What to do - Report how many lines of the entries below contain the word "force", and nothing more.

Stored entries
********

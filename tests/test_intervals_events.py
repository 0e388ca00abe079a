"""Interval algebra and the shared event search, against brute force and known functions.

References: membership on a boolean grid (brute force, the definition of intersection and
complement); the zeros of sin(ωt + φ) − c, known in closed form (t = (asin c − φ + 2πk)/ω and
(π − asin c − φ + 2πk)/ω).
"""

from __future__ import annotations

import numpy as np
from hypothesis import assume, given, settings
from hypothesis import strategies as st

from skyplan.engine import events
from skyplan.engine.intervals import Intervals, complement, intersect

N_ROWS = 4
SPAN = (0, 40)  # integer end points; probes sit on the half-integers between them
PROBES = np.arange(SPAN[0], SPAN[1]) + 0.5


@st.composite
def interval_sets(draw) -> Intervals:
    """Disjoint intervals with integer ends (possibly touching), a few per row, shuffled."""
    rows, starts, ends = [], [], []
    for row in range(N_ROWS):
        points = sorted(draw(st.lists(st.integers(*SPAN), max_size=8)))
        for a, b in zip(points[0::2], points[1::2]):
            if b > a:
                rows.append(row)
                starts.append(a)
                ends.append(b)
    order = draw(st.permutations(range(len(rows))))
    rows = np.array(rows, dtype=np.int64)[list(order)]
    return Intervals.build(rows, np.array(starts, float)[list(order)],
                           np.array(ends, float)[list(order)])


def membership(iv: Intervals) -> np.ndarray:
    """Boolean grid (row, probe): is the probe inside one of the row's intervals?"""
    inside = (iv.start[:, None] < PROBES[None, :]) & (PROBES[None, :] < iv.end[:, None])
    grid = np.zeros((N_ROWS, len(PROBES)), dtype=bool)
    for k in range(len(iv)):
        grid[iv.rows[k]] |= inside[k]
    return grid


def assert_well_formed(iv: Intervals) -> None:
    """Sorted by row then time, non-empty, disjoint within a row."""
    assert np.all(iv.end > iv.start)
    if len(iv) > 1:
        same = iv.rows[1:] == iv.rows[:-1]
        assert np.all(np.diff(iv.rows) >= 0)
        assert np.all(iv.start[1:][same] >= iv.end[:-1][same])


@settings(max_examples=80, deadline=None)
@given(interval_sets(), interval_sets())
def test_intersection_matches_a_boolean_grid(a: Intervals, b: Intervals) -> None:
    out = intersect(a, b)
    assert_well_formed(out)
    assert np.array_equal(membership(out), membership(a) & membership(b))
    # with integer ends, each unit cell holds one probe: the measure counts covered probes
    np.testing.assert_allclose(out.measure(N_ROWS), membership(out).sum(axis=1))


@settings(max_examples=80, deadline=None)
@given(interval_sets(), st.integers(0, 15), st.integers(25, 40))
def test_complement_matches_a_boolean_grid(a: Intervals, lo: int, hi: int) -> None:
    rows = np.arange(N_ROWS)
    out = complement(a, rows, float(lo), float(hi))
    assert_well_formed(out)
    in_span = (PROBES > lo) & (PROBES < hi)
    assert np.array_equal(membership(out), ~membership(a) & in_span[None, :])
    # a set and its complement fill the span exactly
    np.testing.assert_allclose(out.measure(N_ROWS) + a.clip(lo, hi).measure(N_ROWS), hi - lo)


@settings(max_examples=50, deadline=None)
@given(interval_sets(), st.integers(0, 20), st.integers(20, 40))
def test_clip_and_whole(a: Intervals, lo: int, hi: int) -> None:
    clipped = a.clip(float(lo), float(hi))
    assert_well_formed(clipped)
    in_span = (PROBES > lo) & (PROBES < hi)
    assert np.array_equal(membership(clipped), membership(a) & in_span[None, :])
    whole = Intervals.whole(np.arange(N_ROWS), float(lo), float(hi))
    assert np.array_equal(membership(intersect(a, whole)), membership(clipped))


def test_touching_intervals_do_not_intersect() -> None:
    a = Intervals.build([0], [0.0], [1.0])
    b = Intervals.build([0], [1.0], [2.0])
    assert len(intersect(a, b)) == 0
    assert len(intersect(a, Intervals.empty())) == 0


# ------------------------------------------------------------------ event search


def test_grid_covers_the_span_with_the_step() -> None:
    g = events.grid(100.0, 1000.0, 70.0)
    assert g[0] == 100.0 and g[-1] == 1000.0
    assert np.all(np.diff(g) <= 70.0 + 1e-9)
    assert len(events.grid(5.0, 5.0, 10.0)) == 2


@settings(max_examples=40, deadline=None)
@given(st.lists(st.tuples(st.floats(-np.pi, np.pi), st.floats(-0.95, 0.95)),
                min_size=1, max_size=6))
def test_crossings_of_a_sine_are_found_to_tolerance(params) -> None:
    """Zeros of sin(ωt + φ) − c on [0, 3 periods], refined to 0.25 s, with their direction."""
    period = 86400.0
    omega = 2 * np.pi / period
    phi = np.array([p[0] for p in params])
    c = np.array([p[1] for p in params])
    rows = np.arange(len(params))
    end = 3 * period

    def margin(r, t):
        return np.sin(omega * t + phi[r]) - c[r]

    tol = 0.25
    found = events.find_crossings(margin, rows, events.grid(0.0, end, 600.0), tol_s=tol)
    for r in rows:
        k = np.arange(-2, 6)
        up = (np.arcsin(c[r]) - phi[r] + 2 * np.pi * k) / omega  # sin rising through c
        down = (np.pi - np.arcsin(c[r]) - phi[r] + 2 * np.pi * k) / omega
        for expected, rising in ((up, True), (down, False)):
            # a crossing within a minute of either end is a different (edge) case
            assume(not np.any((np.abs(expected) < 60.0) | (np.abs(expected - end) < 60.0)))
            expected = np.sort(expected[(expected > 0.0) & (expected < end)])
            got = np.sort(found.t[(found.rows == r) & (found.rising == rising)])
            assert len(got) == len(expected)
            assert np.all(np.abs(got - expected) <= tol)
        assert found.start_positive[r] == (margin(np.array([r]), np.array([0.0]))[0] >= 0)


def test_intervals_from_crossings_match_the_sign_of_the_margin() -> None:
    """Where sin(ωt + φ) ≥ c, from crossings, checked on a fine grid (brute force)."""
    period = 1000.0
    omega = 2 * np.pi / period
    phi = np.array([0.3, -2.0, 1.0, 0.0])
    c = np.array([0.2, -0.7, 1.5, -1.5])  # the last two: never / always positive
    rows = np.arange(4)

    def margin(r, t):
        return np.sin(omega * t + phi[r]) - c[r]

    span = (0.0, 2500.0)
    found = events.find_crossings(margin, rows, events.grid(*span, 20.0), tol_s=1e-3)
    r, s, e = events.intervals_from_crossings(found, rows, *span)
    iv = Intervals.build(r, s, e)
    assert_well_formed(iv)
    probe = np.linspace(span[0], span[1], 5001)
    for row in rows:
        sel = iv.rows == row
        inside = np.any((iv.start[sel, None] <= probe) & (probe <= iv.end[sel, None]), axis=0)
        value = margin(np.full(len(probe), row), probe)
        clear = np.abs(value) > 1e-4  # away from the crossings themselves
        assert np.array_equal(inside[clear], value[clear] >= 0)
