def test_sigkill_at_random_moments_of_a_cli_run(tmp_path: Path) -> None:
    """``skyplan windows --out`` killed at several moments: the file is the old one or whole."""
    catalogue = tmp_path / "many.csv"
    big_catalogue(catalogue, 20_000)
    target = tmp_path / "windows.json"
    argv = [PYTHON, "-m", "skyplan", "windows", str(catalogue), "--demo", "-f", "json",
            "--out", str(target)]
    outcomes = set()
    for delay in (0.3, 1.5, 3.0, 6.0):
        target.write_bytes(OLD)
        child = subprocess.Popen(argv, stdout=subprocess.DEVNULL, stderr=subprocess.PIPE)
        time.sleep(delay)
        child.send_signal(signal.SIGKILL)
        child.wait(timeout=60)
        data = target.read_bytes()
        if data == OLD:
            outcomes.add("old")
        else:  # the run had finished: the new file is complete JSON, one record per target
            outcomes.add("new")
            assert len(json.loads(data)["targets"]) == 20_000
        for name in leftovers(tmp_path, "windows.json"):
            assert name == "many.csv" or name.startswith(".windows.json."), name
    assert "old" in outcomes


@pytest.mark.parametrize(("signum", "status", "line"), [
    (signal.SIGTERM, EXIT_TERMINATED, "skyplan: terminated (SIGTERM); no output was written"),
    (signal.SIGINT, EXIT_INTERRUPTED, "skyplan: interrupted"),
])
def test_signals_end_the_run_cleanly(tmp_path: Path, signum: int, status: int,
                                     line: str) -> None:
    """SIGTERM (128 + 15) and Ctrl-C (128 + 2), as shells report them."""
    target = tmp_path / "plan.json"
    target.write_bytes(OLD)
    script = textwrap.dedent(f"""
        import sys, time
        from skyplan.render import output
        from skyplan.cli import app, options
        def slow_fsync(fd):
            print("writing", flush=True)
            time.sleep(60)
        output.os.fsync = slow_fsync
        sys.argv = ["skyplan", "clock", "--demo", "-f", "json", "--out", {str(target)!r}]
        app.main()
    """)
    child = subprocess.Popen([PYTHON, "-c", script], stdout=subprocess.PIPE,
                             stderr=subprocess.PIPE)
    try:
        assert child.stdout.readline() == b"writing\n"
        child.send_signal(signum)
        _, err = child.communicate(timeout=30)
    finally:
        child.kill()
    assert child.returncode == status
    assert one_error_line(err.decode()) == line
    assert target.read_bytes() == OLD
    assert leftovers(tmp_path, "plan.json") == []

********

Task answer - 3